Starting Gun O'Neill helps Terps out of blocks of baseball mediocrity

May 08, 1991|By Doug Brown | Doug Brown,Evening Sun Staff

COLLEGE PARK -- When Tom Bradley, Maryland's new baseball coach, suggested last fall to Tim O'Neill that he take his fastball to the bullpen, the pitcher took umbrage.

"Coach, I can start," O'Neill protested.

Bradley liked that response. And start O'Neill has.

Although he went only 2 2/3 innings and wasn't credited with Maryland's 11-6 victory over James Madison yesterday, O'Neill has tied the school single-season record with eight wins. In 14 starts, he's 8-4.

O'Neill, who came here by way of Parkville High and Essex Community College, is a key figure in what may well be a revival of Maryland baseball. The Terps have a school-record 28 victories.

The euphoria may end for the season this weekend in Greenville, S.C., however. Maryland will play mighty Clemson Saturday in the opening round of the double-elimination Atlantic Coast Conference tournament.

Clemson, 46-7 and No. 6 in the country, is the class of the ACC. Maryland, 28-25 overall but 5-15 in the ACC, is seeded last. O'Neill is scheduled to start Saturday.

"Tim was a great pickup," said Bradley, a Maryland alum who won 55 games during a major-league career with the Angels, White Sox, Giants and A's. "Any time a pitcher wins eight games at this level, he's doing a good job.

"Tim has a great attitude. He's probably sorry he's a pitcher. He'd like to go out there every day."

Less than dazzling at Essex, pitching mostly in relief, O'Neill posted a 7-1 record for Putty Hill in the Baltimore Metro League last summer. That looked good to Bradley, although he had no scholarship money available.

"I could have gotten some at Florida Atlantic University, but I got financial aid [based on need] here, so this is a better deal," O'Neill said. "I knew I could play Division I, and I like the ACC. We're seen by scouts."

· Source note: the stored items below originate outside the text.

"""Gaussian smoothing of stacks of images, over missing pixels too; tilt; moments.

Smoothing agrees with scipy.ndimage.gaussian_filter(mode="reflect", truncate=4.0) to float64
rounding where nothing is missing.
"""

import math
from functools import lru_cache

import numpy as np
from scipy import ndimage

from mfeat import _checks, _field_kernels, _kernels

#: Gaussian kernels reach this many standard deviations, as scipy.ndimage does by default.
TRUNCATE = 4.0


def sigma_pixels(scale: float, pitch: tuple[float, float], scale_unit: str) -> tuple[float, float]:
    """Return the Gaussian's standard deviation in pixels along rows' axis 0 and axis 1.

    In unit "length" the scale is in the unit of the pitch; in unit "pitch" it is in multiples of
    the pitch (for rectangular pixels: of the geometric mean of the two pitches).
    """
    dy, dx = pitch
    length = scale if scale_unit == "length" else scale * math.sqrt(dy * dx)
    return length / dy, length / dx


@lru_cache(maxsize=256)
def gaussian_weights(sigma: float) -> np.ndarray:
    """Return half of the sampled Gaussian kernel, centre first; its mirror image sums to 1 with it.

    Examples
    --------
    >>> from mfeat.smoothing import gaussian_weights
    >>> weights = gaussian_weights(1.0)
    >>> len(weights), round(float(weights[0] + 2 * weights[1:].sum()), 12)
    (5, 1.0)
    """
    if sigma == 0.0:
        return _checks.read_only(np.ones(1))
    distance = np.arange(int(TRUNCATE * sigma + 0.5) + 1)
    weights = np.exp(-0.5 * (distance / sigma) ** 2)
    return _checks.read_only(weights / (weights[0] + 2.0 * weights[1:].sum()))


def fill_nearest(image: np.ndarray, valid: np.ndarray) -> np.ndarray:
    """Return an image whose missing pixels have the value of the nearest valid pixel."""
    nearest = ndimage.distance_transform_edt(~valid, return_distances=False, return_indices=True)
    return image[tuple(nearest)]


def moments_of(values: np.ndarray, valid: np.ndarray) -> tuple[np.ndarray, np.ndarray]:
    """Return mean and standard deviation of each image of a stack; 0 where it is empty."""
    mean, deviation = np.empty(len(values)), np.empty(len(values))
    scratch = np.empty((2, values.shape[2] + 1))
    _kernels.moments(values, valid, scratch[0], scratch[1], mean, deviation)
    return np.nan_to_num(mean), np.nan_to_num(deviation)


class Smoothings:
    """Gaussian smoothings of one stack, each computed once and shared between the families.

    Attributes
    ----------
    values, valid : ndarray of shape (n, h, w)
        Pixels as they are, and where they are valid (uint8).
    missing : bool
        Whether some pixel is not valid.
    offset : ndarray of shape (n,)
        Middle of the range of each image, subtracted before anything is computed.
    error : ndarray of shape (n,)
        Bound of the rounding error of what is computed.
    constant : ndarray of shape (n,), bool
        Which images have equal pixels.
    pitch, scale_unit, remove_tilt
        As in `mfeat.fields.prepared`.
    """

    def __init__(
        self, *, values, valid, missing, offset, error, constant, pitch, scale_unit, remove_tilt
    ):
        self.values = values
        self.valid = valid
        self.missing = missing
        self.offset = offset
        self.error = error
        self.constant = constant
        self.pitch = pitch
        self.scale_unit = scale_unit
        self.remove_tilt = remove_tilt
        self._done: dict[float, np.ndarray] = {}

    def centred(self) -> np.ndarray:
        """Return the images minus their offsets, float64, zero where pixels are missing.

        They are levelled if that is asked for.
        """
        if 0.0 not in self._done:
            centred = self.values - self.offset[:, None, None]
            if self.missing:
                centred[self.valid == 0] = 0.0
            if self.remove_tilt:
                level(centred, self.valid)
            self._done[0.0] = centred
        return self._done[0.0]

    def at(self, scale: float) -> np.ndarray:
        """Return the centred images smoothed at a scale; scale 0 leaves them as they are."""
        if scale == 0.0:
            return self.centred()
        if scale not in self._done:
            [self._done[scale]] = self.smoothed(scale, self.centred())
        return self._done[scale]

    def smoothed(self, scale: float, *stacks: np.ndarray) -> list[np.ndarray]:
        """Return stacks smoothed at a scale, over missing pixels by normalised convolution."""
        found = [self._smooth(stack, scale) for stack in stacks]
        if self.missing:
            support = self._smooth(self.valid.astype(np.float64), scale)
            for smoothed in found:
                _field_kernels.normalise_stack(smoothed, support, self.valid)
        return found

    def _smooth(self, stack: np.ndarray, scale: float) -> np.ndarray:
        sigma_rows, sigma_cols = sigma_pixels(scale, self.pitch, self.scale_unit)
        along_columns, along_rows = gaussian_weights(sigma_rows), gaussian_weights(sigma_cols)
        padded = np.empty(stack.shape[2] + 2 * (len(along_rows) - 1))
        half = np.empty(stack.shape[1:])
        out = np.empty_like(stack)
        _field_kernels.smooth_stack(stack, along_rows, along_columns, padded, half, out)
        return out


def level(images: np.ndarray, valid: np.ndarray) -> None:
    """Subtract the slopes of each image's least-squares plane in place; its mean stays.

    Least squares by normal equations; source: A. M. Legendre, Nouvelles methodes pour la
    determination des orbites des cometes (1805), from memory. Images (n, h, w) are zero where they
    are missing, and stay so. Where the valid pixels do not span a plane, the least steep of the
    best ones is taken.
    """
    y, x = (np.arange(side) - (side - 1) / 2 for side in images.shape[1:])
    in_rows, in_columns = valid.sum(axis=2, dtype=float), valid.sum(axis=1, dtype=float)
    count = np.maximum(in_rows.sum(axis=1), 1.0)
    mean_y, mean_x = in_rows @ y / count, in_columns @ x / count
    # moments about the centre of the valid pixels, where the constant separates from the slopes
    yy = in_rows @ y**2 - count * mean_y**2
    xx = in_columns @ x**2 - count * mean_x**2
    xy = np.einsum("nij,i,j->n", valid, y, x, optimize=True) - count * mean_y * mean_x
    total = images.sum(axis=(1, 2))
    # not a matrix product: its last bit would depend on the number of images
    yz = (images.sum(axis=2) * y).sum(axis=1) - mean_y * total
    xz = (images.sum(axis=1) * x).sum(axis=1) - mean_x * total
    matrix = np.stack([yy, xy, xy, xx], axis=-1).reshape(-1, 2, 2)
    slopes = np.linalg.pinv(matrix, hermitian=True) @ np.stack([yz, xz], axis=-1)[:, :, None]
    for image, where, (down, across), my, mx in zip(
        images, valid, slopes[:, :, 0], mean_y, mean_x, strict=True
    ):
        image -= np.add.outer(down * (y - my), across * (x - mx))
        image[where == 0] = 0.0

Brett McGonnigal, the Terps' junior centerfielder from Loch Raven High, says Bradley has had a hand in Maryland's revival.

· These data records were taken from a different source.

"""Reading feature tables back, for scikit-learn."""

import contextlib
import json
from collections.abc import Iterator
from dataclasses import dataclass, replace
from typing import Any, BinaryIO

import numpy as np
import pyarrow as pa
import pyarrow.parquet as pq

from mfeat import locations, storage
from mfeat.schema import MANIFEST, UNFINISHED, about, check_version, differences, restored
from mfeat.transformer import MinkowskiCurves

_ROWS_AT_ONCE = 8192


@dataclass(frozen=True, eq=False)
class FeatureTable:
    """A feature table in memory, ready for scikit-learn.

    Attributes
    ----------
    X : ndarray of shape (n, n_features), float32 or float64
        One row a patch.
    y : ndarray of shape (n,), or None
        Labels; None where the table has no label at all, and None in it for patches without one.
    groups : ndarray of shape (n,)
        The group of each patch; its source where none was given, so that patches of one image
        never stand on both sides of a grouped split.
    names : list of str
        Names of the features.
    columns : pyarrow.Table
        All columns but the features: source, position, labels, carried ones.
    transformer : MinkowskiCurves
        Makes the same vectors of new patches. Where the images had different pitches its `pitch`
        is the text "per image": set it before use.
    settings : dict
        All that the numbers depend on: of the vector, the channel of colours, the unit of pitch.
    fingerprint : str
        SHA-256 of the settings of the vector, as `MinkowskiCurves.fingerprint` gives it.
    """

    X: np.ndarray
    y: np.ndarray | None
    groups: np.ndarray
    names: list[str]
    columns: pa.Table
    transformer: MinkowskiCurves
    settings: dict[str, Any]
    fingerprint: str

    def __len__(self) -> int:
        return len(self.X)

    def __repr__(self) -> str:
        labels = "no" if self.y is None else len(set(self.y) - {None})
        return (
            f"FeatureTable({len(self)} patches, {len(self.names)} numbers, {labels} labels, "
            f"{len(set(self.groups))} groups, {self.fingerprint[:12]})"
        )

    def labelled(self) -> "FeatureTable":
        """Return the rows that have a label."""
        if self.y is None:
            raise ValueError("the table has no label; name a source of labels when dumping it")
        found = self[self.columns["label"].is_valid().to_numpy()]
        return replace(found, y=_array(found.columns["label"]))

    def __getitem__(self, rows: Any) -> "FeatureTable":
        """Return some rows: a boolean array, positions, or a slice."""
        chosen = np.atleast_1d(np.arange(len(self))[rows])
        return FeatureTable(
            X=self.X[chosen],
            y=None if self.y is None else self.y[chosen],
            groups=self.groups[chosen],
            names=self.names,
            columns=self.columns.take(pa.array(chosen)),
            transformer=self.transformer,
            settings=self.settings,
            fingerprint=self.fingerprint,
        )


def read_table(path: Any) -> FeatureTable:
    """Read a feature table, or several with equal settings as one.

    Parameters
    ----------
    path : path-like, str, or list of them
        Folders written by `dump`, local or fsspec URIs.

    Returns
    -------
    FeatureTable
        With X, y, groups, names, and the transformer that made it.

    Raises
    ------
    FileNotFoundError
        If there is no complete table.
    ValueError
        If parts are missing or changed, or tables of different settings are to be combined; the
        differing settings are shown.

    Examples
    --------
    >>> import tempfile, numpy as np
    >>> from mfeat import dump, read_table
    >>> with tempfile.TemporaryDirectory() as folder:
    ...     np.save(f"{folder}/noise.npy", np.random.default_rng(0).normal(size=(128, 128)))
    ...     summary = dump(f"{folder}/noise.npy", f"{folder}/table", jobs=1)
    ...     table = read_table(f"{folder}/table")
    >>> len(table.X), table.y, list(table.groups[:2])
    (4, None, ['noise.npy', 'noise.npy'])
    """
    if isinstance(path, list | tuple):
        if not path:
            raise ValueError("path is an empty list; give one folder or more")
        places = [locations.as_location(one, f"path[{k}]") for k, one in enumerate(path)]
    else:
        places = [locations.as_location(path, "path")]
    opened = [_open_table(place) for place in places]
    first = opened[0].about
    for one in opened[1:]:
        if one.about["settings"] != first["settings"]:
            lines = "\n  ".join(differences(first["settings"], one.about["settings"]))
            raise ValueError(
                f"tables of different settings cannot be combined; {places[0]} -> {one.place}:\n"
                f"  {lines}"
            )
    names = [feature["name"] for feature in first["features"]]
    count = sum(one.rows for one in opened)
    X = np.empty((count, len(names)), dtype=first["settings"]["vector"]["dtype"])
    others, start = [], 0
    for one in opened:
        for batch in one.batches():
            stop = start + batch.num_rows
            for k, name in enumerate(names):
                X[start:stop, k] = batch[name].to_numpy()
            others.append(pa.Table.from_batches([batch.drop_columns(names)]))
            start = stop
    columns = _together(others, places)
    groups = columns["group"].combine_chunks().fill_null(columns["source"].combine_chunks())
    label = columns["label"]
    if label.null_count == len(label):
        y = None
    elif label.null_count:  # numbers would become floating-point ones, with NaN
        y = np.array(label.to_pylist(), dtype=object)
    else:
        y = _array(label)
    return FeatureTable(
        X, y, _array(groups), names, columns,
        restored(first["transformer"]), first["settings"], first["fingerprint"],
    )  # fmt: skip


def _array(column: Any) -> np.ndarray:
    """Return a column as an array: numbers as such, text as objects."""
    return column.to_numpy(zero_copy_only=False) if isinstance(column, pa.Array) else (
        column.to_numpy()
    )  # fmt: skip


def _together(tables: list[pa.Table], places: list[str]) -> pa.Table:
    try:
        return pa.concat_tables(tables, promote_options="default").replace_schema_metadata(None)
    except (pa.ArrowInvalid, pa.ArrowTypeError) as error:
        raise ValueError(
            f"the other columns of {', '.join(places)} do not go together: {error}"
        ) from None


class _open_table:
    """A complete table on storage: what it says of itself, and its rows part by part."""

    def __init__(self, place: str):
        self.place = place
        self._store = storage.output(place)
        if not self._store.exists(MANIFEST):
            unfinished = self._store.exists(UNFINISHED)
            why = "its dump is unfinished; run the same command again to resume it"
            raise FileNotFoundError(
                f"{place} holds no complete feature table"
                + (f": {why}" if unfinished else "; dump writes one")
            )
        self._stamp = locations.stamp(f"{place}/{MANIFEST}")
        with self._store.open(MANIFEST) as stream:
            manifest = json.loads(stream.read())
        check_version(manifest)
        self._parts = manifest["parts"]
        self.rows = manifest["rows"]
        with self._part(self._parts[0]) as stream:
            self.about = about(pq.read_schema(stream))

    @contextlib.contextmanager
    def _part(self, part: dict[str, Any]) -> Iterator[BinaryIO]:
        """Open a part; whatever is wrong with it is said with its name."""
        try:
            with self._store.open(part["name"]) as stream:
                yield stream
        except FileNotFoundError:
            raise ValueError(
                f"{self.place} lacks {part['name']}, which its manifest lists; dump it anew with "
                "--fresh"
            ) from None
        except (OSError, ValueError) as error:  # Arrow's errors are among them
            raise ValueError(
                f"{self.place}/{part['name']} is not the part that the manifest lists: {error}"
            ) from error

    def batches(self) -> Iterator[pa.RecordBatch]:
        """Yield the rows of all parts; each part must be the one that the manifest lists."""
        for part in self._parts:
            with self._part(part) as stream:
                file = pq.ParquetFile(stream, page_checksum_verification=True)
                found = about(file.schema_arrow)["fingerprint"]
                count = file.metadata.num_rows
                if found != self.about["fingerprint"] or count != part["rows"]:
                    raise ValueError(f"{count} rows instead of {part['rows']}, or other settings")
                if count == 0:
                    yield from file.read().combine_chunks().to_batches() or [
                        pa.RecordBatch.from_pylist([], schema=file.schema_arrow)
                    ]
                yield from file.iter_batches(_ROWS_AT_ONCE)
        if not self._store.exists(MANIFEST) or (
            locations.stamp(f"{self.place}/{MANIFEST}") != self._stamp
        ):
            raise ValueError(f"{self.place} was written anew while it was read; read it again")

"It helps having a former major leaguer as coach," said McGonnigal, who's batting .332 and leads the team with 21 stolen bases. "He's done little things to improve the pitching staff. We have more winning spirit this year, too."

Junior infielder Ken Noe, the ACC's second-leading batter (.379) who hit a grand slam yesterday, calls Bradley a "players' coach." He and three teammates went with Bradley to an Orioles game against Seattle last week with tickets provided by Jeff Schaeffer, a former Terp who plays shortstop for the Mariners.

"We feel comfortable enough to do that with him," said Noe, a junior infielder from Roosevelt, N.Y. "We can joke around with him like he's a teammate."

Noe's handsome average includes an ACC-record 27 doubles and eight triples that tie the school record set more than 50 years ago by the late Charlie Keller before he moved on to the Yankees.

Noe probably would be acclaimed the ACC's top second baseman were it not for Clemson's Jim Crowley, son of former Orioles player and coach Terry Crowley, who is in the ACC's top five in batting, home runs and hits.

Bradley has few laments about the season. Oh, it rankles that the Terps let a few victories slip from their grasp, maybe five in ACC play alone. For example, they led N.C. State, 7-3, only to lose in extra innings and squandered a 4-0 lead over Wake Forest.

"They were used to losing in the ACC. They wondered when it [something bad] was going to happen. You can't teach how to win in one year."

Bradley and his players feel their modest success is an indication they're at least headed in the right direction. Indeed, they still have a chance to finish .500 or better for the first time since 1984.